▸ What to work on
Below are lines of data, and only some are wanted. Please repeat exactly those from the line that has "1, name: 'Invoices'" through the line that has "await screenshot(page, 'buyer-invoices-paid-by-card')".
- Opening Delimiter -
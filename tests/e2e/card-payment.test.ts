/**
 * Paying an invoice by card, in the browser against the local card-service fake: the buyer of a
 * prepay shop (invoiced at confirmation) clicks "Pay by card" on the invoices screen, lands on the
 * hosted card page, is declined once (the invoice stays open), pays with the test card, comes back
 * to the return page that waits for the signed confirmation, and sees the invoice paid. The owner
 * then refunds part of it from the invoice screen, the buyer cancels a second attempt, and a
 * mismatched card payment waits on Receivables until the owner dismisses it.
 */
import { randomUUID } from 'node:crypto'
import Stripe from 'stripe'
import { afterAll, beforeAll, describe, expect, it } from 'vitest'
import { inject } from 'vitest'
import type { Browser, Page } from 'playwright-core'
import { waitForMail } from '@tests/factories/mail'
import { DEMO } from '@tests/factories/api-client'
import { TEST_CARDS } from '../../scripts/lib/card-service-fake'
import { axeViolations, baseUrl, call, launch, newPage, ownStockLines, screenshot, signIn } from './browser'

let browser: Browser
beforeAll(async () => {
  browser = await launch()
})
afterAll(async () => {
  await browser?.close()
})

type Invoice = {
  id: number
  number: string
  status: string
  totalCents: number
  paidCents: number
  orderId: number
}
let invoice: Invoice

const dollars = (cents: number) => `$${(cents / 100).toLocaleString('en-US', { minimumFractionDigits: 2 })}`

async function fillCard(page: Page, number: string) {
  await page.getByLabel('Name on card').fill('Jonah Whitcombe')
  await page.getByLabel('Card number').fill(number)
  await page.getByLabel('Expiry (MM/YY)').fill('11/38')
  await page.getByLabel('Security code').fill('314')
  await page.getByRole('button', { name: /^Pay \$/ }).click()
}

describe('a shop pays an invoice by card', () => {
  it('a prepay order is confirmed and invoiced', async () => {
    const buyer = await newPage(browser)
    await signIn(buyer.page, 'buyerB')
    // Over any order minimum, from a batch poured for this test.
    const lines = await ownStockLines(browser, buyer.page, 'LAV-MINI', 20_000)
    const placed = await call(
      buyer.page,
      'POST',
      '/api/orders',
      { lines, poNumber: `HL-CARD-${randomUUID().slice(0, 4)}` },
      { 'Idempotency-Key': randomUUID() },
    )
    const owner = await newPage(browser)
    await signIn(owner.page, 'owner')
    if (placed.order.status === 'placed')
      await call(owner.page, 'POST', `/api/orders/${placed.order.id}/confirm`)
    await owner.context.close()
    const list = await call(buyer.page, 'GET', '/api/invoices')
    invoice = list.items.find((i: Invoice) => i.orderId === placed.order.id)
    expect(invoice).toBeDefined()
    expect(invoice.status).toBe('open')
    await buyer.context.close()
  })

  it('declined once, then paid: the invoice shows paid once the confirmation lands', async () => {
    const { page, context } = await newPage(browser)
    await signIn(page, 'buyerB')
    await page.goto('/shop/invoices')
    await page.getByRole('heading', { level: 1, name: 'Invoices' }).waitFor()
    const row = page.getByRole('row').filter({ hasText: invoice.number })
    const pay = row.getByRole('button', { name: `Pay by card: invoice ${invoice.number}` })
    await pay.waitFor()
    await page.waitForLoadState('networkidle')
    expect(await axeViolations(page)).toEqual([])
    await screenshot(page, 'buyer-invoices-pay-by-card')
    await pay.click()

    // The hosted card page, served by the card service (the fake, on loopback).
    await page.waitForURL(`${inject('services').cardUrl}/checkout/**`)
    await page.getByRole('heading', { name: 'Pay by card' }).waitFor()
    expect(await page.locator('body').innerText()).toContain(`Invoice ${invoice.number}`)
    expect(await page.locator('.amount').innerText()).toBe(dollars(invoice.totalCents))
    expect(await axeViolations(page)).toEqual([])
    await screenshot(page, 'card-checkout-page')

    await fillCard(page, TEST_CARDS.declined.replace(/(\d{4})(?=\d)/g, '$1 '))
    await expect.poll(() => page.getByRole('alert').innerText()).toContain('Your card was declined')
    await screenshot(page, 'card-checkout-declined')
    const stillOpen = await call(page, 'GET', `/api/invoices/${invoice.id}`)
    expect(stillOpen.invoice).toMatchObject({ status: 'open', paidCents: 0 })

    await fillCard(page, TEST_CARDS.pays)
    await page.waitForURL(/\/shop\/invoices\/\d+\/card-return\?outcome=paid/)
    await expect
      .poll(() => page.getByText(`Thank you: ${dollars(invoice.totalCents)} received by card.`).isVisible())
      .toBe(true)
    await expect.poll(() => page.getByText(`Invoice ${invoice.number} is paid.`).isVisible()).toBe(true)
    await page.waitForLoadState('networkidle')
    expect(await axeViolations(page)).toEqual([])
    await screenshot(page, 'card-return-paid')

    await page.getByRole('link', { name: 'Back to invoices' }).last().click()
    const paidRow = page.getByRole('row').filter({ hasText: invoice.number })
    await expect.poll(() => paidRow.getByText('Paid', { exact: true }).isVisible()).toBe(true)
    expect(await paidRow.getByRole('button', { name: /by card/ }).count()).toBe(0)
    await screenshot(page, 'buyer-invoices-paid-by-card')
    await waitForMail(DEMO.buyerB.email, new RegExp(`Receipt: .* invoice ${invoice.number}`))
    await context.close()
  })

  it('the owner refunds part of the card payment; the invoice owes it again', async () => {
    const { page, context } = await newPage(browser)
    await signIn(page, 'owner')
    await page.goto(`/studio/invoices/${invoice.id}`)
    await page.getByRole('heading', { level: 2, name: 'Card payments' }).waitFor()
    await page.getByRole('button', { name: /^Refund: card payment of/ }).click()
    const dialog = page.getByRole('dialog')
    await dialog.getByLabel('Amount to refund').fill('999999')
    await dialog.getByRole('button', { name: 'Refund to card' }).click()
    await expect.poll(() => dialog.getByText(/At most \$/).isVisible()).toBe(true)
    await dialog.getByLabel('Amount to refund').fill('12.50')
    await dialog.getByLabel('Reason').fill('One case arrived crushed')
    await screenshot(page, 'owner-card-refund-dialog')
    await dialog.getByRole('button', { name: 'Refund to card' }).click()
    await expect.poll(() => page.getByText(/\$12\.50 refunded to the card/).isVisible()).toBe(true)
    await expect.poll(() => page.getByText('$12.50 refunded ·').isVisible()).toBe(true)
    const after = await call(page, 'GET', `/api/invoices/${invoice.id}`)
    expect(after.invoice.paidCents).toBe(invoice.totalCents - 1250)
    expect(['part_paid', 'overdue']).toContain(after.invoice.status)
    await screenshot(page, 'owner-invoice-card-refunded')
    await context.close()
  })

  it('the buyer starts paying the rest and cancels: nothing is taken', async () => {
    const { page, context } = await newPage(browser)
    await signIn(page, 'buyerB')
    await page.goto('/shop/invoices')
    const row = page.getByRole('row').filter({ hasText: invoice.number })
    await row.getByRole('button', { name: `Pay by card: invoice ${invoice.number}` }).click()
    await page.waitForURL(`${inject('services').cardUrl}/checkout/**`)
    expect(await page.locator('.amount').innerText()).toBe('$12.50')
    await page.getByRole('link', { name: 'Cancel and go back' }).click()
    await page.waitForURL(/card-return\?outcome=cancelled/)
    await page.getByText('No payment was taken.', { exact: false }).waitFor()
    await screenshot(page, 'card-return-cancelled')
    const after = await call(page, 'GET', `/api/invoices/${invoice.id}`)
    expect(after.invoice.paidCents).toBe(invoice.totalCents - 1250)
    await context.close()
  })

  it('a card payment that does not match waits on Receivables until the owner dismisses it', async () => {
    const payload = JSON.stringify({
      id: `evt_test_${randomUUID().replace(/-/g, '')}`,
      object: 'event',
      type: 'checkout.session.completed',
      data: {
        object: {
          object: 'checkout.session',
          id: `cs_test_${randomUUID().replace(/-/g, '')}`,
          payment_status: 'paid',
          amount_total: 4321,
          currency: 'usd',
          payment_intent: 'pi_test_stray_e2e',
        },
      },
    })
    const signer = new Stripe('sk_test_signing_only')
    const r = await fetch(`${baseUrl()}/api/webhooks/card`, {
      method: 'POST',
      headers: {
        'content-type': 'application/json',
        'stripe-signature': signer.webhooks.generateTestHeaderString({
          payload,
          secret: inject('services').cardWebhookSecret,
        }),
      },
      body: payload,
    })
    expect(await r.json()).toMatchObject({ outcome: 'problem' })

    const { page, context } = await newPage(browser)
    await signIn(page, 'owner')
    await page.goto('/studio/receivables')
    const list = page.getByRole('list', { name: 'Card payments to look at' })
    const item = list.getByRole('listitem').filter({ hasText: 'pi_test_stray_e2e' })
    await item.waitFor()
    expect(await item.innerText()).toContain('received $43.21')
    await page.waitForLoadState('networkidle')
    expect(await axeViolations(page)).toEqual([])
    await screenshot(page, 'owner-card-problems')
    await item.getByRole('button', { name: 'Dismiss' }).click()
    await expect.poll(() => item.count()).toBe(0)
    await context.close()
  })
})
- Closing Delimiter -
▸ Answer
    await page.getByRole('heading', { level: 1, name: 'Invoices' }).waitFor()
    const row = page.getByRole('row').filter({ hasText: invoice.number })
    const pay = row.getByRole('button', { name: `Pay by card: invoice ${invoice.number}` })
    await pay.waitFor()
    await page.waitForLoadState('networkidle')
    expect(await axeViolations(page)).toEqual([])
    await screenshot(page, 'buyer-invoices-pay-by-card')
    await pay.click()

    // The hosted card page, served by the card service (the fake, on loopback).
    await page.waitForURL(`${inject('services').cardUrl}/checkout/**`)
    await page.getByRole('heading', { name: 'Pay by card' }).waitFor()
    expect(await page.locator('body').innerText()).toContain(`Invoice ${invoice.number}`)
    expect(await page.locator('.amount').innerText()).toBe(dollars(invoice.totalCents))
    expect(await axeViolations(page)).toEqual([])
    await screenshot(page, 'card-checkout-page')

    await fillCard(page, TEST_CARDS.declined.replace(/(\d{4})(?=\d)/g, '$1 '))
    await expect.poll(() => page.getByRole('alert').innerText()).toContain('Your card was declined')
    await screenshot(page, 'card-checkout-declined')
    const stillOpen = await call(page, 'GET', `/api/invoices/${invoice.id}`)
    expect(stillOpen.invoice).toMatchObject({ status: 'open', paidCents: 0 })

    await fillCard(page, TEST_CARDS.pays)
    await page.waitForURL(/\/shop\/invoices\/\d+\/card-return\?outcome=paid/)
    await expect
      .poll(() => page.getByText(`Thank you: ${dollars(invoice.totalCents)} received by card.`).isVisible())
      .toBe(true)
    await expect.poll(() => page.getByText(`Invoice ${invoice.number} is paid.`).isVisible()).toBe(true)
    await page.waitForLoadState('networkidle')
    expect(await axeViolations(page)).toEqual([])
    await screenshot(page, 'card-return-paid')

    await page.getByRole('link', { name: 'Back to invoices' }).last().click()
    const paidRow = page.getByRole('row').filter({ hasText: invoice.number })
    await expect.poll(() => paidRow.getByText('Paid', { exact: true }).isVisible()).toBe(true)
    expect(await paidRow.getByRole('button', { name: /by card/ }).count()).toBe(0)
    await screenshot(page, 'buyer-invoices-paid-by-card')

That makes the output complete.